=== Brief ===
Print the data below exactly as it appears.

=== Stored data ===
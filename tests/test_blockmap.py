"""The block map: what it accepts, every error it names (exact one-line messages), the
canonical writer's round trip, assignment rules and the draft map."""

from __future__ import annotations

import tomllib
from pathlib import Path

import pytest
from hypothesis import given, settings
from hypothesis import strategies as st

from pipeline.errors import ConfigError
from pipeline.plan.blockmap import (
    UNASSIGNED,
    Alternative,
    Block,
    BlockMap,
    Broadcast,
    Economics,
    ExtraInstrument,
    Limits,
    Option,
    Resource,
    Rule,
    draft_block_map,
    load_block_map,
    parse_block_map,
)

SAMPLE = Path(__file__).resolve().parent.parent / "sample_logs" / "blocks.toml"

# A small valid map; error cases below append to it or replace it.
BASE = """\
[limits]
power_w = 3.0
parallel = 4

[resource.rf_meter]
count = 1
shared = true

[block.contact]
pinned = true

[block.scan_core0]
uses = ["scan_port"]
power_w = 1.2
after = ["contact"]

[block.scan_core1]
uses = ["scan_port"]
power_w = 1.2
after = ["contact"]

[block.radio_tx]
uses = ["rf_meter"]
power_w = 0.9
after = ["contact"]
"""


def error_of(text: str) -> str:
    with pytest.raises(ConfigError) as e:
        parse_block_map(text)
    return str(e.value)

=== Answer box ===
filename tests/test_blockmap.py
"""The block map: what it accepts, every error it names (exact one-line messages), the
canonical writer's round trip, assignment rules and the draft map."""

from __future__ import annotations

import tomllib
from pathlib import Path

import pytest
from hypothesis import given, settings
from hypothesis import strategies as st

from pipeline.errors import ConfigError
from pipeline.plan.blockmap import (
    UNASSIGNED,
    Alternative,
    Block,
    BlockMap,
    Broadcast,
    Economics,
    ExtraInstrument,
    Limits,
    Option,
    Resource,
    Rule,
    draft_block_map,
    load_block_map,
    parse_block_map,
)

SAMPLE = Path(__file__).resolve().parent.parent / "sample_logs" / "blocks.toml"

# A small valid map; error cases below append to it or replace it.
BASE = """\
[limits]
power_w = 3.0
parallel = 4

[resource.rf_meter]
count = 1
shared = true

[block.contact]
pinned = true

[block.scan_core0]
uses = ["scan_port"]
power_w = 1.2
after = ["contact"]

[block.scan_core1]
uses = ["scan_port"]
power_w = 1.2
after = ["contact"]

[block.radio_tx]
uses = ["rf_meter"]
power_w = 0.9
after = ["contact"]
"""


def error_of(text: str) -> str:
    with pytest.raises(ConfigError) as e:
        parse_block_map(text)
    return str(e.value)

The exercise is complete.